HT: There is an ephemeral quality to it and there is also openness to them. I think the imperfections are extremely important. It’s really anti modern, it’s really lived in. It’s against this Mies Van Der Rohe idea of a window blind that could only open three ways so the building would always look perfect from outside.
HT: It’s very different from the way architecture is more and more portrayed in the media and even the way people are portrayed in the media. It’s all photoshopped, it’s all perfect. By capturing all the imperfections it becomes more real, in a way, that what we might experience in other mediums.

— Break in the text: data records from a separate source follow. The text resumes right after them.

package shell

import (
	"os/exec"
	"testing"

	"pgregory.net/rapid"
)

func TestWord(t *testing.T) {
	for in, want := range map[string]string{
		"": `""`, "calls.csv": "calls.csv", "a b": `"a b"`, "größe": "größe", "5%": "5%", "it's": `"it's"`,
		`$(x)`: `'$(x)'`, `$(x)'`: `'$(x)'\'''`, `say "no"`: `'say "no"'`,
	} {
		if got := Word(in); got != want {
			t.Errorf("%q: %s, want %s", in, got, want)
		}
	}
	if got := List([]string{"-", "not ok", `a,"b`}); got != `-,not ok,"a,""b"` {
		t.Errorf("%s", got)
	}
}

// A shell reads back what was written, whatever it is.
func TestAShellReadsItBack(t *testing.T) {
	sh, err := exec.LookPath("sh")
	if err != nil {
		t.Skip("there is no sh")
	}
	rapid.Check(t, func(t *rapid.T) {
		value := rapid.StringOf(rapid.RuneFrom([]rune("ab c'\"$`\\!%()#~*;&|<>\n\té–"))).Draw(t, "value")
		out, err := exec.Command(sh, "-c", "printf %s "+Word(value)).Output()
		if err != nil || string(out) != value {
			t.Fatalf("%q written as %s is read as %q, %v", value, Word(value), out, err)
		}
	})
}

Photorealism working against perception
RB: One thing that both Tango and LiDAR did also are point cloud environment. One of the reasons we were drawn to this messy, almost transparent, ghostly, smoky environments was that people, when they get inside of those, start to focus on the space, on the sound, on the interview that’s happening. We found that when you do a rendering where there are cinder blocks or wooden floors, people say: “I don’t like cinder blocks, I don’t like the color of the wooden floors”. They start focusing on those details. But when it’s this ghostly suggestion of a room, they start looking around the room and feeling the space. So for us to be pushing that kind of messy environment was also a way to get people to focus more on the content, to fill in the gaps with their minds and not concentrate on how real it was or how fake it was, instead focusing on the concept of the space and what was being proposed.
Thank you guys for your insights and work, we’ll continue our journey into VR and architecture in a next episode.